▶ **Work task**: Whenever a line of the data below holds the string "invoke", copy that line.

▶ **Data to examine**:
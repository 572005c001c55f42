"""Plausibility warnings: valid inputs that are probably slips, said aloud, never refused.

The thresholds are the project's own (common practice, no source): a 5 cm sheet, 100 m
from the first source, 100 kW, a duty cycle of 1e-4.  The oven-leakage ids are product
emission limits read 5 cm from an oven's outer surface (21 CFR 1030.10(c)(1)).
"""

from __future__ import annotations

import html as html_lib
import json
import warnings

import pytest
from typer.testing import CliRunner

from keepclear.antennas.base import ModelRangeWarning
from keepclear.fields.cli import app
from keepclear.fields.plausibility import (
    PlausibilityWarning,
    input_warnings,
    oven_leakage_messages,
)
from keepclear.fields.scenario import load_scenario

from .conftest import ISOTROPIC, SCENARIOS

runner = CliRunner()

SHEET = """
[[shield]]
type = "sheet"
center_m = [0.5, 0.0, 0.0]
normal = [1.0, 0.0, 0.0]
width_m = 1.0
height_m = 1.0
metal = "aluminium"
thickness_m = {thickness}
"""


def _messages(path) -> list[str]:
    with warnings.catch_warnings(record=True) as caught:
        warnings.simplefilter("always")
        load_scenario(path)
    return [str(w.message) for w in caught if issubclass(w.category, PlausibilityWarning)]


@pytest.mark.parametrize(
    ("text", "fragment"),
    [
        (ISOTROPIC.replace("power_w = 100.0", "power_w = 250000.0"), "above 100 kW"),
        (ISOTROPIC.replace("power_w = 100.0", "power_w = 100.0\nduty_cycle = 5e-5"), "1e-4"),
        (ISOTROPIC + '[[point]]\nname = "seat"\nposition_m = [0.0, 0.0, 184.0]\n', "184 m"),
        (
            ISOTROPIC + "[[reflector]]\npoint_m = [0, 0, -150]\nnormal = [0, 0, 1]\n"
            'material = "concrete"\n',
            "150 m",
        ),
        (ISOTROPIC + SHEET.format(thickness=1.0), "thicker than 5 cm"),
        (
            ISOTROPIC + '[exposure]\nlimits = ["fda-1030.10/in-service"]\n',
            "product emission limit",
        ),
    ],
)
def test_implausible_input_is_computed_with_a_warning(write_scenario, text, fragment):
    messages = _messages(write_scenario(text))
    assert any(fragment in m for m in messages), messages


@pytest.mark.parametrize(
    "text",
    [
        ISOTROPIC,
        ISOTROPIC.replace("power_w = 100.0", "power_w = 100000.0"),
        ISOTROPIC + SHEET.format(thickness=0.05),
        ISOTROPIC + '[[point]]\nname = "gate"\nposition_m = [99.0, 0.0, 0.0]\n',
    ],
)
def test_plausible_input_draws_no_warning(write_scenario, text):
    assert _messages(write_scenario(text)) == []


def test_bundled_scenarios_are_plausible():
    for path in sorted(SCENARIOS.glob("*.toml")):
        assert _messages(path) == [], path.name


def test_oven_leakage_limit_asked_for_by_id_warns(write_scenario):
    from keepclear.fields.keepout import keepout_distances

    scenario = load_scenario(write_scenario(ISOTROPIC))
    with pytest.warns(PlausibilityWarning, match="product emission limit"):
        keepout_distances(scenario, ["fda-1030.10/before-purchase"])


def test_the_command_line_prints_the_warning_once_after_the_results(write_scenario):
    path = write_scenario(ISOTROPIC.replace("power_w = 100.0", "power_w = 250000.0"))
    result = runner.invoke(app, ["probe", str(path), "--at", "1,0,0", "--json"])
    assert result.exit_code == 0, result.output
    assert result.stderr.count("above 100 kW") == 1


# ------------------------------------------------- warnings carried into the outputs
#: Every plausibility finding at once: 200 kW, duty 5e-5, a place 150 m away, an 8 cm
#: sheet and an oven-leakage limit without an [enclosure].
IMPLAUSIBLE = """
name = "slips"
[[source]]
id = "s"
antenna = "isotropic"
gain_dbi = 6.0
power_w = 200000.0
duty_cycle = 0.00005
position_m = [0.0, 0.0, 1.0]
[exposure]
limits = ["fda-1030.10/in-service", "icnirp-2020/general-public"]
[[shield]]
center_m = [1.0, 0.0, 1.0]
normal = [1.0, 0.0, 0.0]
width_m = 1.0
height_m = 1.0
type = "sheet"
metal = "aluminium"
thickness_m = 0.08
[[point]]
name = "far"
position_m = [150.0, 0.0, 1.0]
"""

#: A fragment of each message the scenario above must draw, one per finding.
IMPLAUSIBLE_FRAGMENTS = (
    "source.1.power_w = 200000 W is above 100 kW",
    "source.1.duty_cycle = 5e-05 is below 1e-4",
    "point.1.position_m ('far') is 150 m from the first source",
    "shield.1.thickness_m = 0.08 m is thicker than 5 cm",
    "fda-1030.10/in-service is a product emission limit",
)

OVEN_ID = "fda-1030.10/before-purchase"


def _report_warnings(html: str) -> str:
    """The report's block of input warnings (empty when it has none)."""
    start = html.find('id="input-warnings"')
    return "" if start < 0 else html[start : html.index("</div>", start)]


def test_assess_carries_every_warning_into_the_json_and_the_report(write_scenario, tmp_path):
    path = write_scenario(IMPLAUSIBLE)
    out = tmp_path / "out"
    result = runner.invoke(app, ["assess", str(path), "--out", str(out), "--pixels", "21"])
    assert result.exit_code == 0, result.output
    data = json.loads((out / "assessment.json").read_text(encoding="utf-8"))
    block = _report_warnings((out / "report.html").read_text(encoding="utf-8"))
    assert "Warnings about the input" in block
    assert len(data["warnings"]) == len(IMPLAUSIBLE_FRAGMENTS), data["warnings"]
    for fragment in IMPLAUSIBLE_FRAGMENTS:
        assert sum(fragment in w for w in data["warnings"]) == 1, (fragment, data["warnings"])
        assert html_lib.escape(fragment) in block, fragment
        # Printed once on stderr, however many steps of the run came across it.
        assert result.stderr.count(fragment) == 1, (fragment, result.stderr)
    # Near the top: before the summary of the keep-out distances.
    html = (out / "report.html").read_text(encoding="utf-8")
    assert html.index('id="input-warnings"') < html.index('class="summary"')


def test_plausible_assessment_has_no_warnings(write_scenario):
    from keepclear.fields.assessment import GridSettings, assess

    scenario = load_scenario(write_scenario(ISOTROPIC))
    result = assess(scenario, grid=GridSettings(pixels=21))
    assert result.data["warnings"] == []
    html = result.files["report.html"].decode("utf-8")
    assert "Warnings about the input" not in html and 'id="input-warnings"' not in html


@pytest.mark.parametrize("command", ["probe", "readings", "keepout"])
def test_an_oven_leakage_id_on_the_command_line_warns_once(write_scenario, tmp_path, command):
    path = write_scenario(ISOTROPIC)
    extra = {
        "probe": ["--at", "1,0,0"],
        "readings": ["--csv", str(tmp_path / "r.csv")],
        "keepout": [],
    }[command]
    (tmp_path / "r.csv").write_text("x_m,y_m,z_m,value,unit\n1,0,0,2,W/m2\n", encoding="utf-8")
    result = runner.invoke(app, [command, str(path), *extra, "--limit", OVEN_ID, "--json"])
    assert result.exit_code == 0, result.output
    (warning,) = oven_leakage_messages([OVEN_ID], False)
    assert result.stderr.count(warning) == 1, result.stderr
    assert json.loads(result.stdout)["warnings"] == [warning]


def test_an_oven_leakage_id_given_to_the_api_warns(write_scenario):
    from keepclear.fields import assessment as api

    scenario = load_scenario(write_scenario(ISOTROPIC))
    with pytest.warns(PlausibilityWarning, match="product emission limit"):
        api.probe(scenario, [1.0, 0.0, 0.0], limits=[OVEN_ID])
    with pytest.warns(PlausibilityWarning, match="product emission limit"):
        api.keepout(scenario, limits=[OVEN_ID])


def test_an_oven_leakage_id_with_an_enclosure_draws_no_warning():
    assert oven_leakage_messages([OVEN_ID, "icnirp-2020/general-public"], True) == []
    assert [m.split(" ")[0] for m in oven_leakage_messages([OVEN_ID], False)] == [OVEN_ID]


def test_plausible_probe_and_keepout_json_have_empty_warnings(write_scenario):
    path = write_scenario(ISOTROPIC)
    for args in (["probe", str(path), "--at", "1,0,0"], ["keepout", str(path)]):
        result = runner.invoke(app, [*args, "--json"])
        assert result.exit_code == 0, result.output
        assert json.loads(result.stdout)["warnings"] == []
        assert "warning" not in result.stderr


def test_a_loader_warning_is_raised_and_carried(write_scenario):
    # ITU-R P.2040-3 (08/2023) Table 3 gives concrete for 1-100 GHz: 0.9 GHz is outside.
    text = ISOTROPIC.replace('name = "test point source"', 'name = "low"\nfrequency_hz = 0.9e9')
    text += '[[reflector]]\npoint_m = [0, 0, -1]\nnormal = [0, 0, 1]\nmaterial = "concrete"\n'
    with pytest.warns(ModelRangeWarning, match="outside the 1-100 GHz range"):
        scenario = load_scenario(write_scenario(text))
    assert len(scenario.load_warnings) == 1
    assert "reflector.1.material" in scenario.load_warnings[0]
    assert input_warnings(scenario) == list(scenario.load_warnings)


def test_a_swept_implausible_value_warns_and_is_carried(write_scenario):
    from keepclear.fields.assessment import with_sweeps

    scenario = load_scenario(write_scenario(ISOTROPIC))
    with pytest.warns(PlausibilityWarning, match="below 1e-4"):
        swept = with_sweeps(scenario, ["source.s.duty_cycle=0.5,5e-5"])
    # An assessment of every option carries it, named by its option; the base alone not.
    found = input_warnings(swept, options=True)
    assert any(m.startswith("option '") and "duty_cycle = 5e-05" in m for m in found), found
    assert not any("duty_cycle" in m for m in input_warnings(swept))


def test_each_run_carries_its_own_load_warnings(write_scenario):
    # The base at 2.45 GHz is inside concrete's fitted range (ITU-R P.2040-3, Table 3:
    # 1-100 GHz); its option at 0.9 GHz is not.  The warning belongs to the option's run.
    path = write_scenario(
        'name = "o"\n[[source]]\nid = "s"\nantenna = "isotropic"\npower_w = 10.0\n'
        "position_m = [0.0, 0.0, 1.0]\n[[reflector]]\npoint_m = [0, 0, -1]\n"
        'normal = [0, 0, 1]\nmaterial = "concrete"\n[[option]]\nname = "low-f"\n'
        "frequency_hz = 0.9e9\n"
    )
    with pytest.warns(UserWarning, match="0.9 GHz is outside"):
        scenario = load_scenario(path)
    assert scenario.load_warnings == ()
    (option,) = scenario.options
    assert any("0.9 GHz is outside" in m for m in option.scenario.load_warnings)
    assert input_warnings(scenario) == []
    assert any("0.9 GHz" in m for m in input_warnings(option.scenario))
    assert any(
        m.startswith("option 'low-f': ") and "0.9 GHz" in m
        for m in input_warnings(scenario, options=True)
    )


def test_an_options_own_finding_is_named_after_it_on_stderr(write_scenario):
    # The base's 200 kW is the base's finding (every option shares it, so it is given once,
    # without an option's name); a 1 m sheet that only one option adds is that option's.
    path = write_scenario(
        ISOTROPIC.replace("power_w = 100.0", "power_w = 250000.0")
        + '\n[[option]]\nname = "thick sheet"\n'
        + SHEET.format(thickness=1.0).replace("[[shield]]", "[[option.shield]]")
    )
    result = runner.invoke(app, ["compare", str(path), "--pixels", "11", "--json"])
    assert result.exit_code == 0, result.output
    assert result.stderr.count("above 100 kW") == 1
    assert "option 'thick sheet': shield.1.thickness_m = 1 m is thicker than 5 cm" in (
        result.stderr
    )
    assert "option 'thick sheet': source.1.power_w" not in result.stderr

▶ **Answer to this task**:
    result = runner.invoke(app, ["probe", str(path), "--at", "1,0,0", "--json"])
    result = runner.invoke(app, ["assess", str(path), "--out", str(out), "--pixels", "21"])
    result = runner.invoke(app, [command, str(path), *extra, "--limit", OVEN_ID, "--json"])
        result = runner.invoke(app, [*args, "--json"])
    result = runner.invoke(app, ["compare", str(path), "--pixels", "11", "--json"])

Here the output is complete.